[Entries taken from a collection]
[Start of section]

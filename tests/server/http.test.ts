import { mkdirSync, mkdtempSync, writeFileSync } from 'node:fs'
import { tmpdir } from 'node:os'
import { join } from 'node:path'
import { brotliCompressSync, gzipSync } from 'node:zlib'
import type { AnyTRPCProcedure } from '@trpc/server'
import request, { type Response } from 'supertest'
import { v7 as uuidv7 } from 'uuid'
import { beforeAll, describe, expect, test } from 'vitest'
import { appRouter } from '@/server/router'
import { insertFile } from '@/server/stores/file'
import { sampleLayout } from './layout-sample'
import { get, openTestServer, post, query, type TestServer } from './server'

const SCRIPT = 'console.log("the client")\n'.repeat(40)
const PAGE = '<!doctype html><title>Wedgeline</title>'

function builtClient(): string {
  const dist = mkdtempSync(join(tmpdir(), 'wedgeline-dist-'))
  const put = (name: string, content: string | Buffer) => writeFileSync(join(dist, name), content)
  mkdirSync(join(dist, '_expo/static/js/web'), { recursive: true })
  put('index.html', PAGE)
  put('index.html.br', brotliCompressSync(PAGE))
  put('theme.css', 'body{}')
  put('.sources', 'what the build was made of')
  const script = '_expo/static/js/web/entry-0123456789abcdef0123456789abcdef.js'
  put(script, SCRIPT)
  put(`${script}.br`, brotliCompressSync(SCRIPT))
  put(`${script}.gz`, gzipSync(SCRIPT))
  return dist
}
const SCRIPT_PATH = '/_expo/static/js/web/entry-0123456789abcdef0123456789abcdef.js'

let server: TestServer
let cookie: string
let fileId: string
beforeAll(async () => {
  server = openTestServer({ dist: builtClient() })
  const { company, db, files } = server
  cookie = await server.cookieOf(company.personId('detailer'))
  const { jobId } = await company.as('detailer').job.importLayout({ companyId: company.id, layout: sampleLayout() })
  const { sha256 } = await files.save(company.id, Buffer.from('bars'))
  fileId = uuidv7()
  insertFile(db, {
    ...{ companyId: company.id, id: fileId, jobId, sha256, name: 'bärs "1".txt', type: 'text/plain', bytes: 4 },
    ...{ createdAtMs: 0, createdBy: company.personId('detailer') },
  })
})

const CSP = [
  "base-uri 'none'",
  "connect-src 'self'",
  "default-src 'self'",
  "font-src 'self'",
  "form-action 'self'",
  "frame-ancestors 'none'",
  "img-src 'self' data: blob:",
  "manifest-src 'self'",
  "object-src 'none'",
  "script-src 'self'",
  "style-src 'self' 'unsafe-inline'",
  "worker-src 'self'",
]
const policyOf = ({ headers }: Response) => headers['content-security-policy']?.split(';').sort()

describe('every kind of answer', () => {
  const kinds: [string, () => PromiseLike<Response>, number][] = [
    ['a query', () => get(server, query('session.me')), 200],
    ['a change', () => post(server, 'session.signOut'), 200],
    ['a refused change', () => request(server.app).post('/trpc/session.signOut'), 403],
    ['input that cannot be read', () => post(server, 'session.signIn').send('{'), 400],
    ['an unknown procedure', () => get(server, query('session.nothing')), 404],
    ['a download', () => get(server, `/exports/${fileId}`, { cookie }), 200],
    ['a download without a session', () => get(server, `/exports/${fileId}`), 401],
    ['a missing download', () => get(server, '/exports/none', { cookie }), 404],
    ['the page', () => get(server, '/').set('Accept', 'text/html'), 200],
    ['a screen of the page', () => get(server, '/jobs/a/pours/b').set('Accept', 'text/html'), 200],
    ['a script', () => get(server, SCRIPT_PATH), 200],
    ['nothing there', () => get(server, '/nothing.js'), 404],
    ['a broken address', () => get(server, '/exports/%E0%A4%A'), 400],
    ['an address without https', () => get(server, '/').set('Host', 'wedgeline.lan:4180'), 403],
    ['health', () => get(server, '/healthz'), 200],
    ['readiness', () => get(server, '/readyz'), 200],
  ]
  test.each(kinds)('%s has the policy and the other headers', async (_name, ask, status) => {
    const response = await ask()
    expect(response.status).toBe(status)
    expect(policyOf(response)).toEqual(CSP)
    expect(response.headers['x-content-type-options']).toBe('nosniff')
    expect(response.headers['x-frame-options']).toBe('DENY')
    expect(response.headers['referrer-policy']).toBe('no-referrer')
    expect(response.headers['cross-origin-resource-policy']).toBe('same-origin')
    expect(response.headers['x-powered-by']).toBeUndefined()
    expect(response.headers['access-control-allow-origin']).toBeUndefined()
    expect(response.headers['strict-transport-security']).toBeUndefined()
    expect(response.text).not.toMatch(/\bat .*\.(ts|js):\d+/)
  })

  test('over https adds HSTS of a year and sends the browser to https', async () => {
    const secure = openTestServer({ appUrl: 'https://deck.example' })
    const { headers } = await get(secure, '/healthz')
    expect(headers['strict-transport-security']).toBe('max-age=31536000') // 365 * 24 * 60 * 60
    expect(headers['content-security-policy']).toContain('upgrade-insecure-requests')
  })

  test.each(['/healthz', '/readyz', '/trpc/session.me', '/trpc/none', '/exports/none'])(
    '%s is not stored',
    async (path) => {
      expect((await get(server, path)).headers['cache-control']).toBe('no-store')
    },
  )
})

describe('a change that another site sends', () => {
  const change = () => request(server.app).post('/trpc/session.signOut').set('Cookie', cookie)
  const isSignedIn = async () => (await get(server, query('session.me'), { cookie })).body.result.data !== null
  const json = 'application/json'
  const forms: [string, () => PromiseLike<Response>][] = [
    ['without Origin and Sec-Fetch-Site', () => change().type(json).send('{}')],
    ['from another origin', () => change().set('Origin', 'https://evil.example').type(json).send('{}')],
    ['from Origin null (sandboxed frame)', () => change().set('Origin', 'null').type(json).send('{}')],
    ['from our name on another port', () => change().set('Origin', 'http://localhost:9999').type(json).send('{}')],
    [
      'from an origin that begins as ours',
      () => change().set('Origin', 'http://localhost:4180.evil.example').type(json),
    ],
    ['from our origin over https', () => change().set('Origin', 'https://localhost:4180').type(json).send('{}')],
    ['that the browser calls cross-site', () => change().set('Sec-Fetch-Site', 'cross-site').type(json).send('{}')],
    ['that the browser calls same-site', () => change().set('Sec-Fetch-Site', 'same-site').type(json).send('{}')],
    ['typed into the address bar', () => change().set('Sec-Fetch-Site', 'none').type(json).send('{}')],
    [
      'with our Origin forged and cross-site',
      () => change().set('Origin', 'http://localhost:4180').set('Sec-Fetch-Site', 'cross-site').type(json).send('{}'),
    ],
    ['as a form', () => change().set('Origin', 'http://localhost:4180').type('form').send('a=b')],
    ['as text with JSON in it', () => change().set('Origin', 'http://localhost:4180').type('text/plain').send('{}')],
    [
      'as a form with files',
      () => change().set('Origin', 'http://localhost:4180').type('multipart/form-data; boundary=x').send('--x--'),
    ],
    ['without a type', () => change().set('Origin', 'http://localhost:4180').unset('Content-Type')],
    [
      'by PUT, PATCH or DELETE',
      () =>
        request(server.app).delete('/trpc/session.signOut').set('Cookie', cookie).set('Origin', 'https://evil.example'),
    ],
    ['by GET', () => get(server, '/trpc/session.signOut', { cookie })],
    [
      'by GET that says it is POST',
      () => get(server, '/trpc/session.signOut?_method=POST', { cookie }).set('X-HTTP-Method-Override', 'POST'),
    ],
  ]
  test.each(forms)('is refused: %s', async (_name, send) => {
    const { status } = await send()
    expect([403, 405, 415]).toContain(status)
    expect(await isSignedIn()).toBe(true)
  })

  test('no procedure that changes anything answers to GET', async () => {
    const procedures = appRouter._def.procedures as unknown as Record<string, AnyTRPCProcedure>
    const changes = Object.entries(procedures).filter(([, { _def }]) => _def.type === 'mutation')
    expect(changes.length).toBeGreaterThan(10)
    for (const [path] of changes) expect((await get(server, query(path, {}), { cookie })).status).toBe(405)
  })

  test('our own page may: by its Origin, or by Sec-Fetch-Site where no Origin comes', async () => {
    const send = () => request(server.app).post('/trpc/session.signOut').type(json)
    await send().set('Origin', 'http://localhost:4180').send('{}').expect(200)
    await send().set('Sec-Fetch-Site', 'same-origin').send('{}').expect(200)
    await send().set('Origin', 'http://127.0.0.1:4180').set('Host', '127.0.0.1:4180').send('{}').expect(200)
  })

  test('a public server takes no page of this machine for its own', async () => {
    const secure = openTestServer({ appUrl: 'https://deck.example' })
    const send = (origin: string) =>
      request(secure.app).post('/trpc/session.signOut').type(json).set('Origin', origin).set('Host', 'localhost:4180')
    await send('http://localhost:4180').send('{}').expect(403)
    await send('https://deck.example').send('{}').expect(200)
  })
})

describe('the built client', () => {
  test.each([
    ['br, gzip', 'br'],
    ['gzip', 'gzip'],
    ['identity', undefined],
  ])('a script for a browser that takes %s comes as %s, for good', async (accepted, encoding) => {
    const response = await get(server, SCRIPT_PATH).set('Accept-Encoding', accepted).buffer(true)
    expect(response.headers['content-encoding']).toBe(encoding)
    expect(response.headers['content-type']).toMatch(/^text\/javascript/)
    expect(response.headers['cache-control']).toBe('public, max-age=31536000, immutable')
    expect(response.headers['vary']).toContain('Accept-Encoding')
  })

  test('a name without a hash is asked after each time, the page above all', async () => {
    for (const path of ['/theme.css', '/index.html', '/', '/jobs/1']) {
      const { headers } = await get(server, path).set('Accept', 'text/html,*/*').expect(200)
      expect(headers['cache-control']).toBe('no-cache')
    }
  })

  test.each(['/trpc', '/trpc/none', '/files/a', '/exports', '/healthz/x', '/readyz/x', '/_expo/old.js', '/a.map'])(
    '%s never gets the page',
    async (path) => {
      const response = await get(server, path).set('Accept', 'text/html')
      expect(response.status).toBe(404)
      expect(response.text).not.toContain('<!doctype')
    },
  )

  test.each([
    '/.sources',
    '/../package.json',
    '/..%2fpackage.json',
    '/%2e%2e/package.json',
    '/_expo/..%5c..%5cpackage.json',
  ])('%s gives nothing away', async (path) => {
    const { text } = await get(server, path)
    expect(text).not.toContain('what the build was made of')
    expect(text).not.toContain('"dependencies"')
  })

  test('says so when it has not been built', async () => {
    const bare = openTestServer()
    const response = await get(bare, '/').set('Accept', 'text/html').expect(503)
    expect(response.text).toContain('npm start')
  })
})

describe('an address without https', () => {
  test('says why signing in does not work there and how it does', async () => {
    const { text } = await get(server, '/jobs').set('Host', '192.168.1.20:4180').expect(403)
    expect(text).toContain('need https')
    expect(text).toContain('PUBLIC_URL')
    expect(text).toContain('http://localhost:4180')
  })

  test('this machine itself needs none', async () => {
    for (const host of ['localhost:4180', '127.0.0.1:4180', '[::1]:4180']) {
      await get(server, '/').set('Host', host).set('Accept', 'text/html').expect(200)
    }
  })
})

describe('a download', () => {
  test('is an attachment under its own name with its own type', async () => {
    const response = await get(server, `/exports/${fileId}`, { cookie }).expect(200)
    expect(response.text).toBe('bars')
    expect(response.headers['content-disposition']).toBe(
      `attachment; filename="b?rs \\"1\\".txt"; filename*=UTF-8''b%C3%A4rs%20%221%22.txt`,
    )
    expect(response.headers['content-type']).toMatch(/^text\/plain/)
    expect(response.headers['content-length']).toBe('4')
  })
})

describe('errors', () => {
  test('more than 8 MB is refused as too large', async () => {
    const response = await post(server, 'session.signIn').send({ email: 'a'.repeat(8 * 1024 * 1024), password: 'x' })
    expect(response.status).toBe(413)
    expect(response.body.error.message).toContain('8 MB')
  })

  test('fields that cannot be read are named, each with what would be right', async () => {
    const { body } = await post(server, 'session.signIn').send({ email: 'no address', password: '' }).expect(400)
    expect(body.error.data.fields).toEqual({ email: ['must be a mail address'], password: ['must not be empty'] })
    expect(body.error.message).toBe('This cannot be read: email must be a mail address.')
  })

  test('what nobody foresaw is logged once and answered with a sentence, without a stack', async () => {
    const broken = openTestServer()
    const own = await broken.cookieOf(broken.company.personId('admin'))
    broken.db.$client.exec('ALTER TABLE company RENAME TO gone')
    const { body, text } = await get(broken, query('company.byId', { companyId: 'north' }), { cookie: own }).expect(500)
    expect(body.error.message).toContain('Something went wrong on the server')
    expect(text).not.toMatch(/gone|SQLITE|no such table|\.ts:/)
    expect(broken.log().match(/impossible state/g)).toHaveLength(1)
    expect(broken.log()).toContain('no such table')
  })
})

[End of section]

[What the exercise asks]: Each line of the entries holding the string "exports" should be found and copied.

[Completed task]:
    ['a download', () => get(server, `/exports/${fileId}`, { cookie }), 200],
    ['a download without a session', () => get(server, `/exports/${fileId}`), 401],
    ['a missing download', () => get(server, '/exports/none', { cookie }), 404],
    ['a broken address', () => get(server, '/exports/%E0%A4%A'), 400],
  test.each(['/healthz', '/readyz', '/trpc/session.me', '/trpc/none', '/exports/none'])(
  test.each(['/trpc', '/trpc/none', '/files/a', '/exports', '/healthz/x', '/readyz/x', '/_expo/old.js', '/a.map'])(
    const response = await get(server, `/exports/${fileId}`, { cookie }).expect(200)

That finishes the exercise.